この指定がない場合は,−e の指定に従います。
また KMAPコードが "Xk" で,対応する入力コードが漢字コードだった場合は, KMAPコードは"XX"であると見なします。
入力ファイルとして標準入力を使用した場合は,jefcode_stdio.kmap という 名前の KMAPファイルを参照します。このファイルがない場合はエラーとなります。
−ip jef −op decの場合
−k の指定がある場合,コマンド・パラメータで指定した出力ファイル中に 1 バイトコードがあっても,エスケープ・シーケンス (SS2 または LS2R,LS3R)を 挿入せず,出力ファイル名に ".kmap" を付加したファイルを作成し,2バイトコー ド・1バイトコードの混在情報を出力します。ただし,環境変数 JEFCODE_KMAPFILE に KMAPファイル名が割り当てられている場合は,そのファイル名で KMAPファイル が作成されます。KMAPレコード数の指定がある場合,KMAPファイルに出力されるのは, 出力ファイルの先頭レコードから数えて KMAPレコード数分のレコードに対する 2バイ トコード・1バイトコードの混在情報です。 −k と −e は同時には指定できません。この指定がない場合は, −e の指定により変換を行います。

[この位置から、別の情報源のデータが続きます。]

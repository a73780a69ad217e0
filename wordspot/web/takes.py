"""The takes folder: recorded WAV files and the manifests that list them.

Layout (every path in a manifest is relative to the folder)::

    FOLDER/pronunciations.txt                          the words and their phones (a lexicon
                                                       file) unless ``--lexicon`` names another
    FOLDER/train.csv        path,transcript,speaker   takes to train on
    FOLDER/held-out.csv     path,transcript,speaker   takes kept for testing
    FOLDER/audio/SPEAKER/WORD-N.wav                    16-bit PCM at the model rate
    FOLDER/set-aside/...    takes found without a manifest row (moved, never deleted)

A take is saved in two atomic steps under one lock: its WAV file first, then the
manifest with its new row. A crash between the two leaves a WAV file that no manifest
lists; :meth:`TakeFolder.reconcile` (run when the folder is opened) moves such files into
``set-aside/`` and reports manifest rows whose file is missing, so the manifests never
name a file that is not there because of us, and nothing recorded is lost.

Takes folders made before the pronunciation file got its present name hold it as
``lexicon.txt``; :func:`folder_pronunciations` still finds it there and says so once.
"""

from __future__ import annotations

import csv
import io
import os
import re
import shutil
import threading
from contextlib import contextmanager
from dataclasses import dataclass, field
from pathlib import Path

import numpy as np

from wordspot.audio.writing import write_wav
from wordspot.errors import ManifestError, WordspotError
from wordspot.language.lexicon import check_word
from wordspot.util.atomic import is_temporary, write_bytes_atomically
from wordspot.web.words import MAX_WORD_LENGTH

try:  # POSIX: also keep a second process on the same folder out while we write
    import fcntl
except ImportError:  # pragma: no cover - Windows
    fcntl = None

__all__ = [
    "TRAIN_MANIFEST",
    "HELD_OUT_MANIFEST",
    "PRONUNCIATIONS_FILE",
    "OLD_PRONUNCIATIONS_FILE",
    "folder_pronunciations",
    "AUDIO_FOLDER",
    "SET_ASIDE_FOLDER",
    "ManifestRow",
    "Reconciliation",
    "SavedTake",
    "TakeFolder",
    "speaker_slug",
]

TRAIN_MANIFEST = "train.csv"
HELD_OUT_MANIFEST = "held-out.csv"
AUDIO_FOLDER = "audio"
SET_ASIDE_FOLDER = "set-aside"
#: The takes folder's lexicon file: the words to record and their phones.
PRONUNCIATIONS_FILE = "pronunciations.txt"
#: Its earlier name; a folder that has only this file keeps using it.
OLD_PRONUNCIATIONS_FILE = "lexicon.txt"
_LOCK_FILE = ".wordspot-takes.lock"
_HEADER = ("path", "transcript", "speaker")
_SLUG_RE = re.compile(r"[^a-z0-9_-]+")


def speaker_slug(name: str) -> str:
    """A folder name for a speaker: lower case letters, digits, ``-`` and ``_`` only."""
    slug = _SLUG_RE.sub("-", str(name).strip().lower()).strip("-")
    if not slug:
        raise WordspotError(f"speaker name {name!r} has no letters or digits; type a name such as baker-a")
    return slug[:40]


def folder_pronunciations(folder) -> tuple[Path, str | None]:
    """The takes folder's pronunciation file, and a note when it goes by its earlier name.

    Returns ``FOLDER/pronunciations.txt`` (which need not exist yet), or
    ``FOLDER/lexicon.txt`` when only that older file is there: it is read and added to
    where it is, never moved or copied, so nothing in it is lost and commands that name it
    keep working. The note (None when there is nothing to say) is one plain sentence.
    """
    folder = Path(folder)
    new, old = folder / PRONUNCIATIONS_FILE, folder / OLD_PRONUNCIATIONS_FILE
    if not old.is_file():
        return new, None
    if new.exists():
        return new, (f"{old} is not read: this folder also has {new}, which is; move any words you "
                     f"still need from {OLD_PRONUNCIATIONS_FILE} into it")
    return old, (f"the words and phones are read from and added to {old}, the name this file had before; "
                 f"new takes folders call it {PRONUNCIATIONS_FILE}")


@dataclass(frozen=True)
class ManifestRow:
    """One row of a manifest as written: relative path, transcript, speaker."""

    path: str
    transcript: str
    speaker: str


@dataclass
class Reconciliation:
    """What :meth:`TakeFolder.reconcile` found and did."""

    set_aside: list[str] = field(default_factory=list)
    missing: list[tuple[str, str]] = field(default_factory=list)
    unfinished: list[str] = field(default_factory=list)

    def notes(self) -> list[str]:
        """Plain-language lines for the page and the console."""
        out = []
        if self.set_aside:
            out.append(f"{len(self.set_aside)} take(s) had no row in a manifest (saving was interrupted); "
                       f"they were moved to {SET_ASIDE_FOLDER}/ so you can listen to them: "
                       + ", ".join(self.set_aside))
        for manifest, path in self.missing:
            out.append(f"{manifest} lists {path}, but the file is missing; record it again or remove the row")
        if self.unfinished:
            out.append(f"removed {len(self.unfinished)} unfinished temporary file(s): " + ", ".join(self.unfinished))
        return out


@dataclass(frozen=True)
class SavedTake:
    """Where a take went: its path relative to the folder and the manifest that lists it."""

    path: str
    manifest: str
    word: str
    speaker: str


def _read_rows(path: Path) -> list[ManifestRow]:
    if not path.is_file():
        return []
    try:
        text = path.read_text(encoding="utf-8-sig")
    except (OSError, UnicodeDecodeError) as exc:
        raise ManifestError(f"{path}: cannot read the manifest ({exc}); save it as UTF-8 CSV") from None
    reader = csv.DictReader(io.StringIO(text, newline=""))
    if reader.fieldnames is None:
        return []
    names = [n.strip().lower() for n in reader.fieldnames]
    if "path" not in names or "transcript" not in names:
        raise ManifestError(f"{path}: the first row must name the columns path,transcript,speaker; "
                            "fix the header or move the file away")
    reader.fieldnames = names
    rows = []
    try:
        for r in reader:
            if (r.get("path") or "").strip():
                rows.append(ManifestRow(r["path"].strip(), (r.get("transcript") or "").strip(),
                                        (r.get("speaker") or "").strip()))
    except csv.Error as exc:
        raise ManifestError(f"{path}: not valid CSV ({exc}); check quotes and commas") from None
    return rows


class TakeFolder:
    """A folder of takes and its two manifests; safe to use from several threads.

    Parameters
    ----------
    folder : str or path
        Created if missing.
    sample_rate : int
        Rate of the WAV files written (the model rate).
    """

    def __init__(self, folder, *, sample_rate: int = 16000):
        self.folder = Path(folder).resolve()
        try:
            self.folder.mkdir(parents=True, exist_ok=True)
        except OSError as exc:
            raise WordspotError(f"cannot create the takes folder {folder}: {exc.strerror or exc}") from None
        if not self.folder.is_dir():
            raise WordspotError(f"{folder} is not a folder; choose another path for the takes")
        self.sample_rate = int(sample_rate)
        self._lock = threading.Lock()

    # -- locking -----------------------------------------------------------------------
    @contextmanager
    def locked(self):
        """Hold the folder's lock (threads of this process, and other processes on POSIX)."""
        with self._lock:
            if fcntl is None:  # pragma: no cover
                yield
                return
            with open(self.folder / _LOCK_FILE, "a+b") as handle:
                fcntl.flock(handle.fileno(), fcntl.LOCK_EX)
                try:
                    yield
                finally:
                    fcntl.flock(handle.fileno(), fcntl.LOCK_UN)

    # -- reading -----------------------------------------------------------------------
    def manifest_path(self, held_out: bool = False) -> Path:
        return self.folder / (HELD_OUT_MANIFEST if held_out else TRAIN_MANIFEST)

    def rows(self, held_out: bool = False) -> list[ManifestRow]:
        """The rows of ``train.csv`` (or ``held-out.csv``), in file order."""
        return _read_rows(self.manifest_path(held_out))

    def counts(self, speaker: str | None = None) -> dict[str, list[int]]:
        """Word -> [takes in train.csv, takes in held-out.csv] (of one speaker if given)."""
        out: dict[str, list[int]] = {}
        for k, held in enumerate((False, True)):
            for r in self.rows(held):
                if speaker is not None and r.speaker != speaker:
                    continue
                out.setdefault(r.transcript.lower(), [0, 0])[k] += 1
        return out

    def resolve(self, relative: str) -> Path:
        """The file a relative path names, refusing anything outside the folder.

        Raises
        ------
        WordspotError
            The path is absolute or leads out of the folder (``..``).
        """
        candidate = Path(relative)
        if candidate.is_absolute() or ".." in candidate.parts:
            raise WordspotError(f"{relative}: only paths inside the takes folder can be read")
        full = (self.folder / candidate).resolve()
        if not full.is_relative_to(self.folder):
            raise WordspotError(f"{relative}: only paths inside the takes folder can be read")
        return full

    # -- writing -----------------------------------------------------------------------
    def _append_row(self, manifest: Path, row: ManifestRow) -> None:
        old = manifest.read_bytes() if manifest.is_file() else b""
        buffer = io.StringIO()
        writer = csv.writer(buffer, lineterminator="\n")
        if not old.strip():
            old = b""
            writer.writerow(_HEADER)
        elif not old.endswith(b"\n"):
            old += b"\n"
        writer.writerow([row.path, row.transcript, row.speaker])
        write_bytes_atomically(manifest, old + buffer.getvalue().encode("utf-8"))

    def _free_name(self, speaker_dir: Path, word: str, listed: set[str]) -> Path:
        stem = word.replace("'", "")
        n = 1
        while True:
            candidate = speaker_dir / f"{stem}-{n}.wav"
            if not candidate.exists() and candidate.relative_to(self.folder).as_posix() not in listed:
                return candidate
            n += 1

    def add_take(self, wave: np.ndarray, word: str, speaker: str, *, held_out: bool = False) -> SavedTake:
        """Save a take (already at the folder's rate) and list it in its manifest.

        The WAV file is written first, then the manifest (each atomically), under the lock.

        Raises
        ------
        WordspotError
            A bad or too long word (its file name is made of it), a bad speaker name, or
            the folder cannot be written.
        """
        word = check_word(str(word).strip().lower())
        if len(word) > MAX_WORD_LENGTH:
            raise WordspotError(f"the word {word[:MAX_WORD_LENGTH]}... is {len(word)} characters long, too long "
                                f"for a file name; takes are saved only of words of at most {MAX_WORD_LENGTH} "
                                "characters (shorten it in the lexicon)")
        slug = speaker_slug(speaker)
        manifest = self.manifest_path(held_out)
        with self.locked():
            listed = {r.path for r in self.rows(False)} | {r.path for r in self.rows(True)}
            speaker_dir = self.folder / AUDIO_FOLDER / slug
            try:
                speaker_dir.mkdir(parents=True, exist_ok=True)
            except OSError as exc:
                raise WordspotError(f"cannot create {speaker_dir}: {exc.strerror or exc}") from None
            target = self._free_name(speaker_dir, word, listed)
            write_wav(target, wave, self.sample_rate)
            row = ManifestRow(target.relative_to(self.folder).as_posix(), word, slug)
            try:
                self._append_row(manifest, row)
            except OSError as exc:
                raise WordspotError(f"{manifest}: cannot update the manifest ({exc.strerror or exc}); "
                                    f"the take stays in {row.path} and is set aside when the page restarts") from None
        return SavedTake(row.path, manifest.name, word, slug)

    def reconcile(self) -> Reconciliation:
        """Bring the folder back in step after an interruption (see the module docstring)."""
        found = Reconciliation()
        with self.locked():
            listed: set[str] = set()
            for held in (False, True):
                manifest = self.manifest_path(held)
                for r in self.rows(held):
                    listed.add(r.path)
                    if not (self.folder / r.path).is_file():
                        found.missing.append((manifest.name, r.path))
            for p in sorted(self.folder.rglob("*")):
                if not p.is_file() or SET_ASIDE_FOLDER in p.relative_to(self.folder).parts[:1]:
                    continue
                rel = p.relative_to(self.folder).as_posix()
                if is_temporary(p) and (p.parent == self.folder or rel.startswith(AUDIO_FOLDER + "/")):
                    p.unlink()
                    found.unfinished.append(rel)
                elif rel.startswith(AUDIO_FOLDER + "/") and p.suffix.lower() == ".wav" and rel not in listed:
                    found.set_aside.append(self._set_aside(p, rel))
        return found

    def _set_aside(self, path: Path, rel: str) -> str:
        target = self.folder / SET_ASIDE_FOLDER / rel
        n = 1
        while target.exists():
            target = target.with_name(f"{path.stem}.{n}{path.suffix}")
            n += 1
        target.parent.mkdir(parents=True, exist_ok=True)
        shutil.move(os.fspath(path), os.fspath(target))
        return target.relative_to(self.folder).as_posix()
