def test_files_batch_continues_past_failures(rng, tmp_path):
    model = tiny_model(rng, ENTRIES, transcripts=TRANSCRIPTS)
    good = tmp_path / "oven-start.wav"
    sf.write(good, 0.05 * rng.normal(size=16000).astype(np.float32), 16000)
    broken = tmp_path / "broken.wav"
    broken.write_bytes(b"not audio at all")
    missing = tmp_path / "missing.wav"
    tiny = tmp_path / "click.wav"
    sf.write(tiny, 0.05 * rng.normal(size=480).astype(np.float32), 16000)  # 30 ms
    clipped = recognize_file(model, tiny)
    assert clipped.ok and clipped.words == [] and clipped.reason.startswith("too short: 0.030 s")
    results = recognize_files(model, [good, broken, missing])
    assert [r.ok for r in results] == [True, False, False]
    assert "broken.wav" in results[1].error and "missing.wav" in results[2].error
    assert results[0].duration == pytest.approx(1.0, abs=0.05)
    single = recognize_file(model, good)
    assert single.words == results[0].words and single.score == results[0].score
    parallel = recognize_files(model, [good, broken, missing, good], jobs=2)
    assert [r.words for r in parallel] == [r.words for r in results + [results[0]]]
    assert [bool(r.error) for r in parallel] == [False, True, True, False]


def test_emissions_equal_mixture_scoring(rng):
    # Reference: wordspot.acoustic.gmm.log_likelihoods (double precision, scipy logsumexp) on the
    # network's mixture_ids, and the compiled log-sum-exp against scipy's on random component
    # scores. Emissions are scored in float32: IEEE 754 single precision has unit roundoff
    # 2^-24 = 6e-8, so a score of magnitude ~200 built from ~80 products may be off by a
    # few 1e-5 relative at worst (rounding-error bound n u, Higham 2002, ch. 3).
    model = tiny_model(rng, ENTRIES, n_components=3)
    rec = build_recognizer(model)
    frames = rng.normal(size=(50, 39)) * 3.0
    want = log_likelihoods(frames, model.mixtures, rec.network.used_mixtures)
    got = rec.emissions(frames)
    assert got.dtype == np.float64 and got.shape == want.shape
    np.testing.assert_allclose(got, want, rtol=2e-5, atol=1e-3)
    comp = rng.normal(size=(7, 5, 4)) * 30.0
    comp[2, 1, :] = -np.inf
    comp[3, 2, 1:] = -np.inf
    ref = decode_kernels.mixture_logsumexp_reference(comp)
    # float64 input: only the terms exp(score - max) <= 1 are summed in float32 (error ~1e-7)
    np.testing.assert_allclose(decode_kernels.mixture_logsumexp(comp), ref, rtol=0, atol=1e-6)
    big = rng.normal(size=(40, 30, 8)) * 30.0  # more than one block of mixtures
    np.testing.assert_allclose(decode_kernels.mixture_logsumexp(big),
                               decode_kernels.mixture_logsumexp_reference(big), rtol=0, atol=1e-6)
    # float32 input: the scores themselves are rounded (|score| ~ 100 -> ~4e-6)
    np.testing.assert_allclose(decode_kernels.mixture_logsumexp(comp.astype(np.float32)), ref, rtol=0, atol=2e-5)


@pytest.mark.parametrize("shape", [(7, 5, 4), (40, 30, 8), (3, 700, 16), (5, 4, 1)])
def test_log_sum_exp_by_component_is_the_same_numbers(rng, shape):
    # The component-major loop the emissions use against the mixture-major one (the same
    # terms summed in the same order: equal to the last bit), float32 as the emissions
    # give it, with -inf components and whole -inf mixtures; and against scipy's logsumexp
    # (reference library) within the tolerance above.
    comp = (rng.normal(size=shape) * 30.0).astype(np.float32)
    comp[rng.random(shape) < 0.1] = -np.inf
    comp[0, 1, :] = -np.inf
    by_component = np.ascontiguousarray(comp.transpose(0, 2, 1))
    got = decode_kernels.mixture_logsumexp_by_component(by_component)
    np.testing.assert_array_equal(got, decode_kernels.mixture_logsumexp(comp))
    assert got[0, 1] == -np.inf
    ref = decode_kernels.mixture_logsumexp_reference(comp.astype(np.float64))
    np.testing.assert_allclose(got, ref, rtol=0, atol=2e-5)


def test_single_precision_exp_over_its_whole_range():
    # exp of values <= 0 against numpy's double-precision exp (reference: numpy), relative error
    # within a few float32 roundoffs (2^-24 = 6e-8, IEEE 754), down to exp(-87) ~ 1.6e-38
    x = np.concatenate([np.linspace(-87.0, 0.0, 100_001), [-1e-7, -0.34657, -0.34658, 0.0]]).astype(np.float32)
    out = np.empty_like(x)
    decode_kernels._exp_nonpositive(x, out, np.empty(x.shape, dtype=np.int32))
    want = np.exp(x.astype(np.float64))
    np.testing.assert_allclose(out, want, rtol=5e-7, atol=0)
    tiny = np.array([-100.0, -np.inf], dtype=np.float32)
    decode_kernels._exp_nonpositive(tiny, out[:2], np.empty(2, dtype=np.int32))
    assert np.all(out[:2] >= 0) and np.all(out[:2] < 2e-38)

def test_decoding_with_fewer_words_shares_the_state_scores_and_finds_the_same(rng):
    # The calibration recognises each held-out clip with the whole lexicon and without its
    # own words: the same model, so the state scores are computed once (decode_with); the
    # recognitions must be those of decoding twice.
    model = tiny_model(rng, ENTRIES, transcripts=TRANSCRIPTS, n_components=2)
    settings = DecoderSettings(min_confidence=0.0)
    full = build_recognizer(model, settings=settings)
    fewer = build_recognizer(model, settings=settings, lexicon=model.lexicon.restricted_to(["bat", "tab"]))
    assert full.shares_scores_with(fewer)  # with the background words every phone is scored in both
    other = build_recognizer(model, settings=DecoderSettings(min_confidence=0.0, beam=50.0))
    assert not full.shares_scores_with(other)
    x = frames_along(model, pause_mixtures(model, 10) + word_mixtures(model, ["S", "AA", "K"])
                     + pause_mixtures(model, 10), rng)
    for others in ([fewer], [fewer, other], []):
        got = full.decode_with(x, others, path="clip.wav")
        want = [r.decode(x, path="clip.wav") for r in [full] + others]
        assert len(got) == len(want)
        for a, b in zip(got, want):
            assert [s.word for s in a.segments] == [s.word for s in b.segments]
            assert a.score == b.score and a.reason == b.reason
            np.testing.assert_array_equal([s.measures for s in a.segments + a.dropped],
                                          [s.measures for s in b.segments + b.dropped])
    assert [s.word for s in full.decode_with(x, [fewer])[0].segments] == ["sack"]
    short = x[:2]  # too short for the network: both say why, as decode does
    assert [r.reason for r in full.decode_with(short, [fewer])] == [full.decode(short).reason, fewer.decode(short).reason]
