def judged_words(result, offset: float, settings: ScanSettings) -> list[FoundWord]:
    """The words of one stretch's recognition that the command rule judges, in time order.

    "word": the recognizer's words of at least ``settings.min_confidence``; "best" and
    "mean": every word heard but those said amid other talk (whole commands are judged).
    """
    if settings.command_rule == "word":
        heard = [s for s in result.segments if s.confidence >= settings.min_confidence]
    else:
        heard = sorted(list(result.segments) + [s for s in result.dropped if not s.amid_talk], key=lambda s: s.start)
    return [FoundWord(s.word, offset + s.start, offset + s.end, s.confidence) for s in heard]


def whole_commands(path: str, words, threshold: float, split_pause: float, rule: str = "best") -> list[FoundCommand]:
    """Group time-ordered words into commands and keep or drop each command as a whole.

    Parameters
    ----------
    words : sequence of FoundWord
        Every word heard, whatever its confidence.
    threshold : float
        A command is kept when its confidence reaches it.
    rule : {"best", "mean"}
        A command's confidence: its best word's ("best") or its words' mean ("mean").
        It becomes the command's ``confidence``.
    """
    if rule not in ("best", "mean"):
        raise DecodingError(f"rule must be 'best' or 'mean', got {rule!r}")
    out = []
    for c in group_words(path, words, split_pause):
        values = [w.confidence for w in c.parts]
        confidence = float(max(values) if rule == "best" else np.mean(values))
        if confidence >= threshold:
            out.append(replace(c, confidence=confidence))
    return out


class StretchScanner:
    """Samples in, commands out: the detector and the recognizer over one recording.

    Parameters
    ----------
    recognizer : wordspot.decoding.decoder.Recognizer
    settings : ScanSettings, optional
    path : str
        Named in the commands found.

    Feed mono float samples at the recognizer's rate with :meth:`push` (any block size)
    and call :meth:`finish` at the end; both return the commands of the stretches
    completed so far. Only the samples a stretch not yet recognised can need are held.
    ``stretches`` counts the stretches recognised.
    """

    def __init__(self, recognizer, settings: ScanSettings | None = None, *, path: str = ""):
        self.recognizer = recognizer
        self.settings = settings or ScanSettings()
        self.path = path
        self.rate = recognizer.features.sample_rate
        self.detector = SpeechDetector(self.rate, self.settings.detector)
        self.stretches = 0
        self._held = np.zeros(0, dtype=np.float32)  # samples [_held_at, _held_at + len(_held))
        self._held_at = 0
        self._pushed = 0
        self._seen_final: list[FoundCommand] = []  # the complete commands of the last look
        self._early_step = int(round(self.settings.early_every * self.rate))

    def push(self, block) -> list[FoundCommand]:
        """Add the next samples; return the commands of the stretches now complete."""
        block = np.asarray(block, dtype=np.float32).reshape(-1)
        step = self._early_step
        if not step:
            self._pushed += block.shape[0]
            return self._push(block)
        found, i = [], 0
        while i < block.shape[0]:  # a look at fixed stream positions, whatever the blocks
            part = block[i : i + step - self._pushed % step]
            found += self._push(part)
            self._pushed += part.shape[0]
            i += part.shape[0]
            if self._pushed % step == 0:
                found += self._look()
        return found

    def _look(self) -> list[FoundCommand]:
        """The commands already complete in the stretch in progress; the stretch goes on after them."""
        start, now, s = self.detector.open_start, self._pushed, self.settings
        hold = int(round((s.split_pause + s.early_hold) * self.rate))
        if start is None:
            self._seen_final = []
        if start is None or now - start < hold + self._early_step:
            return []
        wave = self._held[start - self._held_at : now - self._held_at]
        result = decode_stretch(self.recognizer, wave, s.normalise_seconds)
        if result is None:
            return []
        words = judged_words(result, start / self.rate, s)
        commands = judged_commands(words, float(self.recognizer.min_confidence), s, self.path)
        limit = (now - hold) / self.rate
        complete = [c for c in commands if c.end <= limit]
        # reported once two looks in a row agree on it (a word that one look alone finds in
        # other talk is not reported)
        final = []
        for c in complete:
            if not any(_same_command(c, p) for p in self._seen_final):
                break
            final.append(c)
        self._seen_final = complete
        later = commands[len(final):]
        pad = s.detector.padding
        cut = limit - pad  # no command word before it (none ended, none begun)
        if later:
            cut = min(cut, later[0].start - pad)
        if s.command_rule != "word":  # nor into a command still being said that is weak so far
            going = [g for g in group_words(self.path, words, s.split_pause) if g.end > limit]
            if going:
                cut = min(cut, going[0].start - pad)
        if final:
            cut = max(cut, final[-1].end + min(pad, (later[0].start - final[-1].end) / 2 if later else pad))
        sample = min(int(round(cut * self.rate)), now)
        if not final and (sample - start < self._early_step or now - start < s.early_span * self.rate):
            return []  # too little to drop, or the stretch so far still short: look again later
        if sample > start:
            self.detector.cut(sample)
            drop = self.detector.keep_from - self._held_at
            if drop > 0:
                self._held = self._held[drop:]
                self._held_at += drop
        self.stretches += bool(final)
        return final

    def _push(self, block) -> list[FoundCommand]:
        self._held = np.concatenate([self._held, block])
        found = self._handle(self.detector.push(block))
        drop = self.detector.keep_from - self._held_at
        if drop > 0:
            self._held = self._held[drop:]
            self._held_at += drop
        return found

    def finish(self) -> list[FoundCommand]:
        """End of the recording: the commands of the stretch in progress (if any)."""
        return self._handle(self.detector.finish())

    @property
    def held_samples(self) -> int:
        """Samples held for stretches not yet recognised."""
        return int(self._held.shape[0])

    def _handle(self, stretches) -> list[FoundCommand]:
        found = []
        for st in stretches:
            wave = self._held[st.start - self._held_at : st.end - self._held_at]
            found.extend(recognise_stretch(self.recognizer, wave, st, self.rate, self.settings, self.path))
            self.stretches += 1
        return found
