def build_design(
    formulas: Sequence[str | ParsedFormula],
    data: Mapping[str, np.ndarray],
    *,
    categorical: Mapping[str, CategoricalSpec] | None = None,
) -> Design:
    """Freeze the encoding of one or more formulas on a first chunk of data.

    Parameters
    ----------
    formulas
        Formulas with the same response.
    data
        The first chunk: column name to a 1-D array (numeric, or text for
        categorical columns).  Levels of categorical columns come from it unless
        declared in ``categorical``.
    categorical
        Declared levels and reference level per categorical column.

    Raises
    ------
    FormulaError, DataValidationError, ConfigurationError
    """
    declared = dict(categorical or {})
    parsed = [f if isinstance(f, ParsedFormula) else parse_formula(f) for f in formulas]
    if not parsed:
        raise FormulaError("no formula given", formula="", hint="pass at least one formula")
    response = parsed[0].response
    data_columns: list[str] = []
    for formula in parsed:
        for column in formula.columns:
            if column not in data_columns:
                data_columns.append(column)
    missing = [c for c in data_columns if c not in data]
    if missing:
        available = ", ".join(sorted(map(str, data))[:20])
        raise DataValidationError(
            f"column {missing[0]!r} used by the formula is not in the data",
            where=f"formula {parsed[0].text!r}",
            hint=f"available columns: {available}",
        )
    categorical_columns: set[str] = set(declared)
    for formula in parsed:
        for term in formula.terms:
            for factor in term:
                if factor.is_categorical:
                    categorical_columns.add(factor.columns[0])
                elif _is_text_column(data[factor.columns[0]]) and isinstance(factor.expression, _Var):
                    categorical_columns.add(factor.columns[0])
    for formula in parsed:
        for column in formula.response.columns:
            if column in categorical_columns or _is_text_column(data[column]):
                raise DataValidationError(
                    f"the response column {column!r} is not numeric",
                    where=f"formula {formula.text!r}", hint="regress a numeric column")
        for term in formula.terms:
            for factor in term:
                if not isinstance(factor.expression, _Var):
                    for column in factor.columns:
                        if column in categorical_columns or _is_text_column(data[column]):
                            raise DataValidationError(
                                f"column {column!r} is text and cannot go into {factor.label}",
                                where=f"formula {formula.text!r}",
                                hint="transforms apply to numeric columns only")
    levels: dict[str, tuple[str, ...]] = {}
    for column in sorted(categorical_columns):
        spec = declared.get(column, CategoricalSpec())
        if spec.levels is not None:
            column_levels = tuple(_level_text(level) for level in spec.levels)
        else:
            text, missing_mask = _as_text(data[column])
            column_levels = tuple(sorted({str(v) for v in text[~missing_mask]}, key=_level_order))
        if not column_levels:
            raise DataValidationError(f"categorical column {column!r} has no values",
                                      where=f"column {column!r}",
                                      hint="declare its levels or pass rows with values")
        if spec.reference is not None:
            if spec.reference not in column_levels:
                raise DataValidationError(
                    f"reference level {spec.reference!r} is not a level of {column!r}",
                    where=f"column {column!r}", hint=f"levels: {', '.join(column_levels)}")
            column_levels = (spec.reference, *(lv for lv in column_levels if lv != spec.reference))
        levels[column] = column_levels

    def resolve(factor: Factor) -> Factor:
        if not factor.is_categorical and isinstance(factor.expression, _Var) and \
                factor.columns[0] in categorical_columns:
            return Factor(factor.label, factor.columns, True, factor.expression)
        return factor

    union: list[ColumnSpec] = []
    index_of: dict[str, int] = {}
    models: list[tuple[tuple[int, ...], bool]] = []
    for formula in parsed:
        indices: list[int] = []
        spanned: list[frozenset[str]] = [frozenset()] if formula.has_intercept else []
        for term in formula.terms:
            factors = tuple(resolve(f) for f in term)
            for spec in _term_columns(factors, spanned, levels):
                if spec.label not in index_of:
                    index_of[spec.label] = len(union)
                    union.append(spec)
                if index_of[spec.label] not in indices:
                    indices.append(index_of[spec.label])
            spanned.append(frozenset(f.label for f in factors))
        models.append((tuple(indices), formula.has_intercept))
    return Design(tuple(parsed), response, tuple(union), tuple(models), levels,
                  tuple(data_columns), frozenset(categorical_columns))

出力ファイルとして標準出力を使用した場合は,jefcode_stdio.kmap という 名前の KMAPファイルが作成されます。
注意
−k オプションを指定し,JEF→DEC→JEF のように変換させようとして, jefcode コマンドをパイプでつないで連続実行させると,出力中の KMAPファイル が参照できずにエラーとなります。この場合はコマンドを複数回に分けて実行 して下さい。
-t
このオプションは,-ip dec -op jef の指定の場合有効です。 -t の指定がある場合は,タブをそれ自体有効なコードと解釈し, タブ・コードを空白文字列へ変換することを行いません。 -t の指定がない場合は,タブ・コードを次の文字位置が 8の倍数となる ようにタブ文字を空白文字に変換します。
空白文字列の変換は,DECコードから JEFコードへの変換の前に行われます。 したがって全角コードの前後に挿入される Shift-K/Shift-A文字は,タブ位置の計算 には含まれません。
注意
jefcodeユーティリティが ファイル・アクセス中に何らかのエラーを検出した場合は, その旨を告げるメッセージを表示し,出力ファイルは消去されます。